── PROVIDED ENTRIES
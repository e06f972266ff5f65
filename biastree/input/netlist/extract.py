"""From recognised mirrors to a plan: follow each output to the next mirror or to a load.

The reference is the current source (or the resistor from a rail) that
feeds the input of a mirror no other mirror feeds.  Each output is followed
to the next mirror's input or to a terminal node, which becomes a load
named after the node.  Mirror names are their input nodes.  Sizes and
multiplicity fold into ``input_size`` and ``ratio`` (``count`` stays 1: a
device of m=4 into one node is one load of four times the current).
Everything the plan cannot hold is a ``Finding``; every value the plan
needs but neither the netlist nor the annotation gives is listed in
``missing``, never guessed.
"""

from __future__ import annotations

from dataclasses import dataclass, field
from typing import Any

from biastree.input.netlist.annotate import Annotations
from biastree.input.netlist.devices import SPICE_TNOM_C, card_entry, device_entry, temperature_law, wants_card
from biastree.input.netlist.flat import SINKS, TRANSISTORS, Device, Finding, Flat, family
from biastree.input.netlist.recognise import Recogniser, Stage


@dataclass
class Extraction:
    """A plan as plain data, where each part came from, and what was left out."""

    plan: dict[str, Any]
    origins: dict[str, list[str]]  # "mirrors.X", "loads.Y", "devices.Z", "reference" -> ["inst (file:line)"]
    findings: list[Finding] = field(default_factory=list)  # unclassified devices and assumptions
    missing: list[Finding] = field(default_factory=list)  # needed values nobody gave
    resistor_reference: tuple[float, float] | None = None  # (R, voltage across R and the input) when resistor-fed
    branch_origin: dict[tuple[str, int], str] = field(default_factory=dict)
    ideal_loads: set[str] = field(default_factory=set)  # loads whose target is the ideal mirrored current


def _at(d: Device) -> str:
    return f"{d.path} ({d.where})"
────
Write the lines out exactly, from the one with "device of m=4" down to the last line of the listing, and leave out all others.

device of m=4 into one node is one load of four times the current).
Everything the plan cannot hold is a ``Finding``; every value the plan
needs but neither the netlist nor the annotation gives is listed in
``missing``, never guessed.
"""

from __future__ import annotations

from dataclasses import dataclass, field
from typing import Any

from biastree.input.netlist.annotate import Annotations
from biastree.input.netlist.devices import SPICE_TNOM_C, card_entry, device_entry, temperature_law, wants_card
from biastree.input.netlist.flat import SINKS, TRANSISTORS, Device, Finding, Flat, family
from biastree.input.netlist.recognise import Recogniser, Stage


@dataclass
class Extraction:
    """A plan as plain data, where each part came from, and what was left out."""

    plan: dict[str, Any]
    origins: dict[str, list[str]]  # "mirrors.X", "loads.Y", "devices.Z", "reference" -> ["inst (file:line)"]
    findings: list[Finding] = field(default_factory=list)  # unclassified devices and assumptions
    missing: list[Finding] = field(default_factory=list)  # needed values nobody gave
    resistor_reference: tuple[float, float] | None = None  # (R, voltage across R and the input) when resistor-fed
    branch_origin: dict[tuple[str, int], str] = field(default_factory=dict)
    ideal_loads: set[str] = field(default_factory=set)  # loads whose target is the ideal mirrored current


def _at(d: Device) -> str:
    return f"{d.path} ({d.where})"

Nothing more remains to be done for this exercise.